TASK INSTRUCTIONS:
In the records below, find the line containing "filename tests/e2e/together.spec.ts" and the line containing "makeProject, sendFolder, waitUntilSorted"; please repeat exactly the lines from one to the other, both included, and nothing more.

DATA FOR THIS EXERCISE:

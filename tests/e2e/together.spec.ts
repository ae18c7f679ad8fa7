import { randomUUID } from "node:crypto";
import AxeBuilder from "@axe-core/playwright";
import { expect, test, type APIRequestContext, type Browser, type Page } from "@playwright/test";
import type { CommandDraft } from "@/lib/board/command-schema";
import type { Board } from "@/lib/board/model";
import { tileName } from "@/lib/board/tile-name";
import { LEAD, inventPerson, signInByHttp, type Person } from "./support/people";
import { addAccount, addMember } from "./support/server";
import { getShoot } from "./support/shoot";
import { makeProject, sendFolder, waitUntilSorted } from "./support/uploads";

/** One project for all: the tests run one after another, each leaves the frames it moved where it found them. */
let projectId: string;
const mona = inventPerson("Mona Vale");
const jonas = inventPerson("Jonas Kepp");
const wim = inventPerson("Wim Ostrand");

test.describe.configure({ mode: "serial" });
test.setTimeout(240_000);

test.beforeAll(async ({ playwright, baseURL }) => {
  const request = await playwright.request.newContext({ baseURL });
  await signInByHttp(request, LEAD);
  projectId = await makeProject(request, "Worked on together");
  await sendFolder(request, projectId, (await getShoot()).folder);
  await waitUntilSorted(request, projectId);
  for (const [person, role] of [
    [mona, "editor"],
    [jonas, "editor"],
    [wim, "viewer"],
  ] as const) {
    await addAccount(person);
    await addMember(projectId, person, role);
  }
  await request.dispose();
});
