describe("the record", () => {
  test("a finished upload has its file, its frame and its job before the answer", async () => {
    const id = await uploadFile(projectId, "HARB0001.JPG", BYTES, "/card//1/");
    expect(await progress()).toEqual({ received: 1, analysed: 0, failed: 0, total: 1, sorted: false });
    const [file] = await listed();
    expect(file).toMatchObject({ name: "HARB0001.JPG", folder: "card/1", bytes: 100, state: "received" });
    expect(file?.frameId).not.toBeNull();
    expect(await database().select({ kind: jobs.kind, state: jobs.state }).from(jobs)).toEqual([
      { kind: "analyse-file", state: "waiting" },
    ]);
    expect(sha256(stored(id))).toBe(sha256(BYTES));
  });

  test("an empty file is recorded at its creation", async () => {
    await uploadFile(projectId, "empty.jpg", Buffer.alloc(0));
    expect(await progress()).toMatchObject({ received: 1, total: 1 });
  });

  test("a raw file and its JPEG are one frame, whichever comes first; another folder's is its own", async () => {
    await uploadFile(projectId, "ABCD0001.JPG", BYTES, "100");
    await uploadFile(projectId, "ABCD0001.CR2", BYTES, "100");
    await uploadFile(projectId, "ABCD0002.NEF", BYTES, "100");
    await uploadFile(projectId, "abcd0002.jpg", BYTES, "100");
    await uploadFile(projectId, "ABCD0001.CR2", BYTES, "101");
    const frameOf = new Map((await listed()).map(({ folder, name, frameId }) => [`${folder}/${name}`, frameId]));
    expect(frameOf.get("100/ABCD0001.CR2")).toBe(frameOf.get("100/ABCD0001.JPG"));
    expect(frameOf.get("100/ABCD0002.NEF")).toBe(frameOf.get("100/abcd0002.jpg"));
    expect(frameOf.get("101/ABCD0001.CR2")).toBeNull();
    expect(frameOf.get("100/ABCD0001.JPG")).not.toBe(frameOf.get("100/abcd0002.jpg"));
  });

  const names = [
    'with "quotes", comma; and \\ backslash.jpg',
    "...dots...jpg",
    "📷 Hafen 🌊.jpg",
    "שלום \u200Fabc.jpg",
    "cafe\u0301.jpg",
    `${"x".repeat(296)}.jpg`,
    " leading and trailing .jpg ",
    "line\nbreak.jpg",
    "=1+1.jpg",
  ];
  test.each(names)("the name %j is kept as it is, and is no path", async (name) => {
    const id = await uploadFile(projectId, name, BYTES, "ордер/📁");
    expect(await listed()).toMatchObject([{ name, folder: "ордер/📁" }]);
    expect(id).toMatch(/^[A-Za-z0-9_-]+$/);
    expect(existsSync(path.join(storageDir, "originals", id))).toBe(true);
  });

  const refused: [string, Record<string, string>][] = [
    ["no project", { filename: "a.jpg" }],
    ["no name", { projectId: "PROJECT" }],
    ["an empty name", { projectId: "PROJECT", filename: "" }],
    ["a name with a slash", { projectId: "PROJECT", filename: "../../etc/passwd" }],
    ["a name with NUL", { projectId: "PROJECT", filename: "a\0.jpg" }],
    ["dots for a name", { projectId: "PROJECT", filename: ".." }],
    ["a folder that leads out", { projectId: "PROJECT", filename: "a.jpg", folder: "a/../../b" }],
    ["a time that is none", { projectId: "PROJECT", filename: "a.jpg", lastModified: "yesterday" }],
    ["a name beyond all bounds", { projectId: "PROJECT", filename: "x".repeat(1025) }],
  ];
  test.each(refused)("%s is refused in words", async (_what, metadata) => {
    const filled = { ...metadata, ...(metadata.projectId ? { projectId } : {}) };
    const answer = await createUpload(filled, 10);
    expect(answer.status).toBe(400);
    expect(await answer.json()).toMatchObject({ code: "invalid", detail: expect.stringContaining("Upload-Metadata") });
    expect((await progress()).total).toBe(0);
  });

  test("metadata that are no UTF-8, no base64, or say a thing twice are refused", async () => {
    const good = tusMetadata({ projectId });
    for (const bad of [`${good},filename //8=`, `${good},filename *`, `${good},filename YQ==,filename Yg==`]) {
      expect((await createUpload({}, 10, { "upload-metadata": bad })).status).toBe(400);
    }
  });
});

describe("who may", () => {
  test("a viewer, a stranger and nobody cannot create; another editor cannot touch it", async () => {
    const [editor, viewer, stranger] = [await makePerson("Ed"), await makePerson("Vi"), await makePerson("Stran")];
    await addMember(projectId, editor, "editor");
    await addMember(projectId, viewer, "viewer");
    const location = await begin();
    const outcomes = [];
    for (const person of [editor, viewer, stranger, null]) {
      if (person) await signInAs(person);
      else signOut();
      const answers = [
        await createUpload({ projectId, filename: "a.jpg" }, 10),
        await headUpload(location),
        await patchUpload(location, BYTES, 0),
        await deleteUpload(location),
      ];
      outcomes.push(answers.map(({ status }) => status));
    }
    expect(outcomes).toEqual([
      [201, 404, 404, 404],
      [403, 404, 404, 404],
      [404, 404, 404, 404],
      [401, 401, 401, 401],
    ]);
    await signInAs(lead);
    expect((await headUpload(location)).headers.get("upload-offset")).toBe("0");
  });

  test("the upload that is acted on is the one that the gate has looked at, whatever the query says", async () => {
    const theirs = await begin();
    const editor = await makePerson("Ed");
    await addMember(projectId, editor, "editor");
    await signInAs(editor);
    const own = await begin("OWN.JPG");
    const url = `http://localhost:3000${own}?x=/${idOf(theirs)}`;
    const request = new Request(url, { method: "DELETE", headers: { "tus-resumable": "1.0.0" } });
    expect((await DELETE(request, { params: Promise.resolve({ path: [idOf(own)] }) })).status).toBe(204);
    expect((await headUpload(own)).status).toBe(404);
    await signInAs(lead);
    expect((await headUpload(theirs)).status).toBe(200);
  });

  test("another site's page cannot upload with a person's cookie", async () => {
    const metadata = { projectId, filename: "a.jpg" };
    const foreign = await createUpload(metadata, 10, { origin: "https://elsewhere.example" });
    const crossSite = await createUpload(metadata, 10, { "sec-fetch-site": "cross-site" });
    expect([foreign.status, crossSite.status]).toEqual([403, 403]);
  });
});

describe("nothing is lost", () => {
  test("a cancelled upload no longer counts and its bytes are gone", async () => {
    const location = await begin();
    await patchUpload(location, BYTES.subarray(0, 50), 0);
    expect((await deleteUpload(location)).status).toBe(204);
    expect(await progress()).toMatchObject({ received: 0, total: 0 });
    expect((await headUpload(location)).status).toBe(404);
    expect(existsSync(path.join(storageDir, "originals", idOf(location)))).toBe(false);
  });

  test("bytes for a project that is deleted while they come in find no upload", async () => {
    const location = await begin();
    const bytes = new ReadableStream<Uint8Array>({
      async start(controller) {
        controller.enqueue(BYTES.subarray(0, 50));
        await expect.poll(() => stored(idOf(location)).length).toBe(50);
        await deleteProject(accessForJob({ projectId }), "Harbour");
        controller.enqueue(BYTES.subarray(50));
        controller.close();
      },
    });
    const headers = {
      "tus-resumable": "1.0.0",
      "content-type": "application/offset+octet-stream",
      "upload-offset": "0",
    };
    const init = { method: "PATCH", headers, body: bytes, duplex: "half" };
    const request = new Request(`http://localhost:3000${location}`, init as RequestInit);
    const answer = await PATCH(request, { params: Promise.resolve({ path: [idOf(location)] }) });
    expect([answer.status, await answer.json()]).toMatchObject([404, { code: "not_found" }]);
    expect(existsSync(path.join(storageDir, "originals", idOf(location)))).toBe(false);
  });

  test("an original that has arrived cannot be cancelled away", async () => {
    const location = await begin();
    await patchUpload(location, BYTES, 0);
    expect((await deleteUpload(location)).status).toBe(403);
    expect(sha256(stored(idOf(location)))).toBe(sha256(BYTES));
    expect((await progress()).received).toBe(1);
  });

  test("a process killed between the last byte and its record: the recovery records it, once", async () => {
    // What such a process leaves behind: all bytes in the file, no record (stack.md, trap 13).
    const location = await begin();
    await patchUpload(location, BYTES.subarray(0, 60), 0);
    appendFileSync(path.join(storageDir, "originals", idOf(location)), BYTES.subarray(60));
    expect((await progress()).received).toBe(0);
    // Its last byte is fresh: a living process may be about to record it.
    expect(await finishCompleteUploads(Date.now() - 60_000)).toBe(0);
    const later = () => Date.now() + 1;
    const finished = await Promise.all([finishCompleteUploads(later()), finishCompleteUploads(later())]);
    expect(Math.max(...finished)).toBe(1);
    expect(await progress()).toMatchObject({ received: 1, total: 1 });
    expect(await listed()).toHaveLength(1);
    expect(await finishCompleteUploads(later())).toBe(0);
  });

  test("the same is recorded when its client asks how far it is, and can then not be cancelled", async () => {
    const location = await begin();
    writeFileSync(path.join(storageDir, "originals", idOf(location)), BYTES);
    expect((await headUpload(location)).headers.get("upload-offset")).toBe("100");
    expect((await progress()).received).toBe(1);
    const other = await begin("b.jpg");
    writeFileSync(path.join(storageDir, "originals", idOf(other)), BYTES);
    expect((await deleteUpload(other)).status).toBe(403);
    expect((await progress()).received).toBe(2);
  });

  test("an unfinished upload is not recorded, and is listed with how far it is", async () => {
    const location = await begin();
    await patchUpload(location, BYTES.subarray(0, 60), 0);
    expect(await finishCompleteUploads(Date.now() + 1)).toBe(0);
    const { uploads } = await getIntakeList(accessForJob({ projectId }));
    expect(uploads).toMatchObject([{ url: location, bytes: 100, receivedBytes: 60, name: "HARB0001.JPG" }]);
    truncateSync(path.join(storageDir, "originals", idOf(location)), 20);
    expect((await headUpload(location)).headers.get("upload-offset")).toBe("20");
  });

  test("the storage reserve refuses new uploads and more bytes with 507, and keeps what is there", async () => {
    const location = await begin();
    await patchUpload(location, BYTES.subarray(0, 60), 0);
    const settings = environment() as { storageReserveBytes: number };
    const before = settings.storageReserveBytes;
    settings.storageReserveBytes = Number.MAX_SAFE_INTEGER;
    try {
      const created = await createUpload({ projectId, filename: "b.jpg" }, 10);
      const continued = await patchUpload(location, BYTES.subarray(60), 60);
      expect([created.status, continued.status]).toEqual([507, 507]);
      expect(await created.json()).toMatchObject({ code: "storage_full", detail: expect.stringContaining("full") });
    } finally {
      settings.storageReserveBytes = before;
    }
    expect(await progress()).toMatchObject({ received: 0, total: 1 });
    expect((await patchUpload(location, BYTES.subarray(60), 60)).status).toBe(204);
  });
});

...

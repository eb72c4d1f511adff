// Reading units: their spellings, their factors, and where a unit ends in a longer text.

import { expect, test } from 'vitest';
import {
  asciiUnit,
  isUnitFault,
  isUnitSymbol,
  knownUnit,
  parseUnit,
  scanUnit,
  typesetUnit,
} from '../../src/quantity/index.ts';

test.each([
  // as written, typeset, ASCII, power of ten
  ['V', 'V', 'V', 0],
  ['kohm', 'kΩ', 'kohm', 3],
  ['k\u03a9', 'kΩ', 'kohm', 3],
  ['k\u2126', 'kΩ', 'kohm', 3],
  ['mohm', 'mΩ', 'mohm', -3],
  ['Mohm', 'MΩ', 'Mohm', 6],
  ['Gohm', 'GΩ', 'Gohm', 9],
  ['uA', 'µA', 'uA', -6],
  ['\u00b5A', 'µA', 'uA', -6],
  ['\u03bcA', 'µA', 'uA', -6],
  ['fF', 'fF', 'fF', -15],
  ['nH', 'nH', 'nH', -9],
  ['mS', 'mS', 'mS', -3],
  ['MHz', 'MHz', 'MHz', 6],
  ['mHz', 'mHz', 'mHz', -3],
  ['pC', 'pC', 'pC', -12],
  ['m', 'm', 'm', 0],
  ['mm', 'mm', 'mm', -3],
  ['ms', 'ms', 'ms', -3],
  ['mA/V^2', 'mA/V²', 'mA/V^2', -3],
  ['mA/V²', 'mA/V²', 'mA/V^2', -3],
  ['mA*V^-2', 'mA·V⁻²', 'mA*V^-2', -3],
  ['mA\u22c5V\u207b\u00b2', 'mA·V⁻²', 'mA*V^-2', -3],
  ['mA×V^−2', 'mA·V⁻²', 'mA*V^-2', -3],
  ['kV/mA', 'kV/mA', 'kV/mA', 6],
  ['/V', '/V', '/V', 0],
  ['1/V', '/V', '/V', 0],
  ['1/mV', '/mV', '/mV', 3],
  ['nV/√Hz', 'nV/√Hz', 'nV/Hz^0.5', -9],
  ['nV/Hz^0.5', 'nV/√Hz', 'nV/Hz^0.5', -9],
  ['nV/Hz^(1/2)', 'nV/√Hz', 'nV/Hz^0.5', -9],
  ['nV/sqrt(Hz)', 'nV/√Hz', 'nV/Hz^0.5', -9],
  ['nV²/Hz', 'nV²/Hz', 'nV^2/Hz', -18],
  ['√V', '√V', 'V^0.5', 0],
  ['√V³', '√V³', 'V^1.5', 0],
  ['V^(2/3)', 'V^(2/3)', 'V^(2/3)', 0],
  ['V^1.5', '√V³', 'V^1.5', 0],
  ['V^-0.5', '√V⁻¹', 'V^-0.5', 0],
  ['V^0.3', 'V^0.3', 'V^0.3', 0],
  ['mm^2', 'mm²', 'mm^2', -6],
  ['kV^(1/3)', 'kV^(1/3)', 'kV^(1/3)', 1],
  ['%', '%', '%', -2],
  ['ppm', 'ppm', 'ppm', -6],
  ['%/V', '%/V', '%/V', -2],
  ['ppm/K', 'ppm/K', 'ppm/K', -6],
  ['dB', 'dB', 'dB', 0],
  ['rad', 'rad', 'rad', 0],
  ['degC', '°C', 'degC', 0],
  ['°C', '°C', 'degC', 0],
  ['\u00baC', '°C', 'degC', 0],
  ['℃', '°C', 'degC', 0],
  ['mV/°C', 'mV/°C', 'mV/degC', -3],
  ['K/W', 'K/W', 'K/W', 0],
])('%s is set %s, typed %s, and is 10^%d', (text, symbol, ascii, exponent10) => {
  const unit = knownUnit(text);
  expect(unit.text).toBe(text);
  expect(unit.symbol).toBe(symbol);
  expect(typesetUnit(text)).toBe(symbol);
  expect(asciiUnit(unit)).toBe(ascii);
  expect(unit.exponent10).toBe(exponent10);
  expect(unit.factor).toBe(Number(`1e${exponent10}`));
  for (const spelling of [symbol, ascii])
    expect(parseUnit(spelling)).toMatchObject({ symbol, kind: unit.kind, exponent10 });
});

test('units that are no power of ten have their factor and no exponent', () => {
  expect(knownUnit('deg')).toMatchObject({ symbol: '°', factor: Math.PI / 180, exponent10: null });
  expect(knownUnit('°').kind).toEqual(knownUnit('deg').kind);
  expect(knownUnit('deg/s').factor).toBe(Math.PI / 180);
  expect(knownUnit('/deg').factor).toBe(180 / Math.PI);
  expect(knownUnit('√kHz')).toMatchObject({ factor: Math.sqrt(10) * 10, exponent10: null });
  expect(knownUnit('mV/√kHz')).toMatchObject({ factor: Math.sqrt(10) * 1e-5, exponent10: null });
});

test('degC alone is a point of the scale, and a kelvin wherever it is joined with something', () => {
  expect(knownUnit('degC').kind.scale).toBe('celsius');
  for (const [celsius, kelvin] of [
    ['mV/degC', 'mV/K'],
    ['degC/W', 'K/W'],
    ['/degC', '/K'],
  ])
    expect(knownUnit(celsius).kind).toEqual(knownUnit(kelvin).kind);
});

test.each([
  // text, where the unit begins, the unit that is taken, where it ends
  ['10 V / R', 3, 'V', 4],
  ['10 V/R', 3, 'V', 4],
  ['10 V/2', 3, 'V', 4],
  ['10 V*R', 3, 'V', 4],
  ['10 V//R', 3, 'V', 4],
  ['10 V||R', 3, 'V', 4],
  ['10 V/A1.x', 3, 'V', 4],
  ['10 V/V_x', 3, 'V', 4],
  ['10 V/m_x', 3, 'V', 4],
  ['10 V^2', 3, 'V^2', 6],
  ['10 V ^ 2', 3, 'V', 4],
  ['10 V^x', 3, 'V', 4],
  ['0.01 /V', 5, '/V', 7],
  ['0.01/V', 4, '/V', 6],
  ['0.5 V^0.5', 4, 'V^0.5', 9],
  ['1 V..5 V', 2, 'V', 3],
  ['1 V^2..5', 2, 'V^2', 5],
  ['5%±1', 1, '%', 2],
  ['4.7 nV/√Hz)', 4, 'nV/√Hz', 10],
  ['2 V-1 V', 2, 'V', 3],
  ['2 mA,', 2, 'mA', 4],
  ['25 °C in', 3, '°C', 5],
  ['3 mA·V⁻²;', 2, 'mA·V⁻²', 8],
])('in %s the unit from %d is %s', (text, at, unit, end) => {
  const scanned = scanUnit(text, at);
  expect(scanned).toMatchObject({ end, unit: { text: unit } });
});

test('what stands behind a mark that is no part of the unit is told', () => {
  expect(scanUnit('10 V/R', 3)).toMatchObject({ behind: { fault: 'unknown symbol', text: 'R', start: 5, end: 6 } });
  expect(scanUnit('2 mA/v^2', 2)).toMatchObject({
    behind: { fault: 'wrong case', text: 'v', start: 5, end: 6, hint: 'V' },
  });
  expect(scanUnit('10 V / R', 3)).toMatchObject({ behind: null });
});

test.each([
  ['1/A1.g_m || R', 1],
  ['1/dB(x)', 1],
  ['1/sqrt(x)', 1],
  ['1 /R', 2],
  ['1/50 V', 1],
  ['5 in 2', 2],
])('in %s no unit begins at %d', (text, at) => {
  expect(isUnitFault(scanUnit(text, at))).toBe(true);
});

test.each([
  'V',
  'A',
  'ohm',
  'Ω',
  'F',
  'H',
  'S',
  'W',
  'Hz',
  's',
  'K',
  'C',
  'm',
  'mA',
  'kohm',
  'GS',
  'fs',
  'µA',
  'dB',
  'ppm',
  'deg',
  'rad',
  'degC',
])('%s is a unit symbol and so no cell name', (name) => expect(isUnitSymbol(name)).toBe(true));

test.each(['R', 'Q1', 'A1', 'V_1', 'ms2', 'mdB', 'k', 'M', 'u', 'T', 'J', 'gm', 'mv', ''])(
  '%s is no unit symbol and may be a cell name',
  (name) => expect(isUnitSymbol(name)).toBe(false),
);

...

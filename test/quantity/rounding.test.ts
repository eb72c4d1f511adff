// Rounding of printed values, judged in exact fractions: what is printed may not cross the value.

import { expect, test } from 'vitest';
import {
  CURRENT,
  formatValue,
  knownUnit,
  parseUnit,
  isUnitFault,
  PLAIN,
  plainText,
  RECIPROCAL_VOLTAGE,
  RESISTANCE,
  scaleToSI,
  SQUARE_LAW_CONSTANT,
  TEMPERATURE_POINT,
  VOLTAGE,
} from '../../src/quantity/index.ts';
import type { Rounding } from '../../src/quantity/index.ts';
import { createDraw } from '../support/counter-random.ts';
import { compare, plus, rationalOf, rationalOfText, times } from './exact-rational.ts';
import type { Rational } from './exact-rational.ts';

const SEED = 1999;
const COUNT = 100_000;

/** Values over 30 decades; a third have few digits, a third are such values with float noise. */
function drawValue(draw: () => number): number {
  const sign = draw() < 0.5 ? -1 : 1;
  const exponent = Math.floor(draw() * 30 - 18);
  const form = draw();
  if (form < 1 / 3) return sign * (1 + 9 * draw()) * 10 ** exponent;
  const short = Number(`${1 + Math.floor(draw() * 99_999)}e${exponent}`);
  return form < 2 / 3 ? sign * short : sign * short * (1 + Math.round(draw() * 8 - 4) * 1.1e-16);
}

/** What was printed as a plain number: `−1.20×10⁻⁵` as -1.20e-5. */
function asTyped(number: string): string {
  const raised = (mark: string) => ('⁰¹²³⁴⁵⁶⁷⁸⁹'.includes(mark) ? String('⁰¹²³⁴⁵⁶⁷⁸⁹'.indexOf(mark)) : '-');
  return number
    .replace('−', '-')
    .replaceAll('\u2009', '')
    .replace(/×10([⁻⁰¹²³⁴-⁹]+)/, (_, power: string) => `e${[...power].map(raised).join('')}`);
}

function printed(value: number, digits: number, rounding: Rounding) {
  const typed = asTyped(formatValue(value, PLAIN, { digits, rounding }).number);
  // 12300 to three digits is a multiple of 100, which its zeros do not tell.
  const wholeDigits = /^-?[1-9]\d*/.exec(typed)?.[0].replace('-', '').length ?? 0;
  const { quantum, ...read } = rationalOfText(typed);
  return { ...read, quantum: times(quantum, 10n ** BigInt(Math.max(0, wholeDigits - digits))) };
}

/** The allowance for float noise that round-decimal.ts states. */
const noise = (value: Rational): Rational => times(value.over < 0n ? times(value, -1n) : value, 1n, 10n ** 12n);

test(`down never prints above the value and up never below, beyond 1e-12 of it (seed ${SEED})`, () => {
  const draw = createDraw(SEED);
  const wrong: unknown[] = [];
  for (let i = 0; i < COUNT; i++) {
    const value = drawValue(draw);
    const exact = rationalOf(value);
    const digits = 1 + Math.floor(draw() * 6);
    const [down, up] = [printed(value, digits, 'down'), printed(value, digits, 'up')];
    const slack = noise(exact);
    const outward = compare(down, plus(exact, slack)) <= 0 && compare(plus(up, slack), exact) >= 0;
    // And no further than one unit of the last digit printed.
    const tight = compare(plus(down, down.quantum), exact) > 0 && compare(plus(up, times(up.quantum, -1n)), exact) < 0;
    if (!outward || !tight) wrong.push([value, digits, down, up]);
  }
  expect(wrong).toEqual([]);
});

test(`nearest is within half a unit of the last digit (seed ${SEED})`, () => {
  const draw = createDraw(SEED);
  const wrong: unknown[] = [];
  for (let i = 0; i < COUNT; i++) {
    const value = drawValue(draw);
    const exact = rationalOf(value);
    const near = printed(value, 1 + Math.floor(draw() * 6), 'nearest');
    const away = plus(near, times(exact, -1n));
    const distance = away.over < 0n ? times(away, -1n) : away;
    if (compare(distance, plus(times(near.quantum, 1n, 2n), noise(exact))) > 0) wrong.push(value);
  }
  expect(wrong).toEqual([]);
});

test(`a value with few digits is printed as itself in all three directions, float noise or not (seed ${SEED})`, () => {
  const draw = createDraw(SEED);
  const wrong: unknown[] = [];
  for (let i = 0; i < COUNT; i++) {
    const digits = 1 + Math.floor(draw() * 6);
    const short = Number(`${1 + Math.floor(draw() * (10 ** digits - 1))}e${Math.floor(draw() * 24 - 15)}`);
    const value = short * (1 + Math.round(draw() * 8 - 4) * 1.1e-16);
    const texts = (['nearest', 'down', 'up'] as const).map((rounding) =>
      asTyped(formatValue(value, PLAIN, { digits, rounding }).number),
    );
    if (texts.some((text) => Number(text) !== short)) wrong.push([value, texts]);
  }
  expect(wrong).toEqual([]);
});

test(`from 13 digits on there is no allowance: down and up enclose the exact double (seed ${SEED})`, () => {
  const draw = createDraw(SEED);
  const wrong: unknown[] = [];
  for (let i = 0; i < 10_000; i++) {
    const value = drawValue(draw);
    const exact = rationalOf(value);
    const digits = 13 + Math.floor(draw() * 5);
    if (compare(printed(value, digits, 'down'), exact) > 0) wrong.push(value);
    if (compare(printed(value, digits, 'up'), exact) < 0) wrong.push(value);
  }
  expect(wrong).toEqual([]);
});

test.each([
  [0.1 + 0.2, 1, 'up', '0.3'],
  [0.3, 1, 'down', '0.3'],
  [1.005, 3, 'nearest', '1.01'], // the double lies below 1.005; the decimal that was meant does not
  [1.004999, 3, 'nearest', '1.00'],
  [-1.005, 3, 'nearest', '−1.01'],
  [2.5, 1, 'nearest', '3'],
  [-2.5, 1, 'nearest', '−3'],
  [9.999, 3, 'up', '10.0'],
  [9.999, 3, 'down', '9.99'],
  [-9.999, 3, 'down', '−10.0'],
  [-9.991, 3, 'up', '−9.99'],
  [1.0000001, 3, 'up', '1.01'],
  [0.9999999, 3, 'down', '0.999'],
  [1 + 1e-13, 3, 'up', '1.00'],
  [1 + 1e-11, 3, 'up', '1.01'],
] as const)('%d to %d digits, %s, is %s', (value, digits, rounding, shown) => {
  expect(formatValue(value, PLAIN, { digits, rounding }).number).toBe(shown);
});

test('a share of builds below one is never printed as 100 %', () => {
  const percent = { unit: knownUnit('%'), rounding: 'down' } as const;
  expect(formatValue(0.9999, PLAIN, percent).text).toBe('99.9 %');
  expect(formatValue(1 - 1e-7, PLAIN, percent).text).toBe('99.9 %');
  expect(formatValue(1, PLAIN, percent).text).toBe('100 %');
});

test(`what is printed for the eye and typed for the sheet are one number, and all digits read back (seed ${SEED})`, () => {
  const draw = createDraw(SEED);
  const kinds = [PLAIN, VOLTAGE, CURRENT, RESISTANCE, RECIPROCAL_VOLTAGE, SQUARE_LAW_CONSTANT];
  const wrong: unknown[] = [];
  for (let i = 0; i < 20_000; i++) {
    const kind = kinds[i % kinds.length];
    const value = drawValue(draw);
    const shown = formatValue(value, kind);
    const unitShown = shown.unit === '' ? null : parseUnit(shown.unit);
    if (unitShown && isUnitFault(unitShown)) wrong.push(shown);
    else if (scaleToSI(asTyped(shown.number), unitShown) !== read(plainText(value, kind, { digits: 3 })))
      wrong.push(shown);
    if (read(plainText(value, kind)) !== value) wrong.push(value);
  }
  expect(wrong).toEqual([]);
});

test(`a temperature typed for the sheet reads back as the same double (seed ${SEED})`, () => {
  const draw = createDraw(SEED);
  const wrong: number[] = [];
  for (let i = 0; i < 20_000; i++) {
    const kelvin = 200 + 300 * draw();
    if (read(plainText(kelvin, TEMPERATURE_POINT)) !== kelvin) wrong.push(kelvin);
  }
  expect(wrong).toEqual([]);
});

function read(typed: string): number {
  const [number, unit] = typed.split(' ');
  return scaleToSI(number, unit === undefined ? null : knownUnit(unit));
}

EXERCISE RESPONSE:
filename tests/e2e/together.spec.ts
repository ae18c7f679ad8fa7
import { randomUUID } from "node:crypto";
import AxeBuilder from "@axe-core/playwright";
import { expect, test, type APIRequestContext, type Browser, type Page } from "@playwright/test";
import type { CommandDraft } from "@/lib/board/command-schema";
import type { Board } from "@/lib/board/model";
import { tileName } from "@/lib/board/tile-name";
import { LEAD, inventPerson, signInByHttp, type Person } from "./support/people";
import { addAccount, addMember } from "./support/server";
import { getShoot } from "./support/shoot";
import { makeProject, sendFolder, waitUntilSorted } from "./support/uploads";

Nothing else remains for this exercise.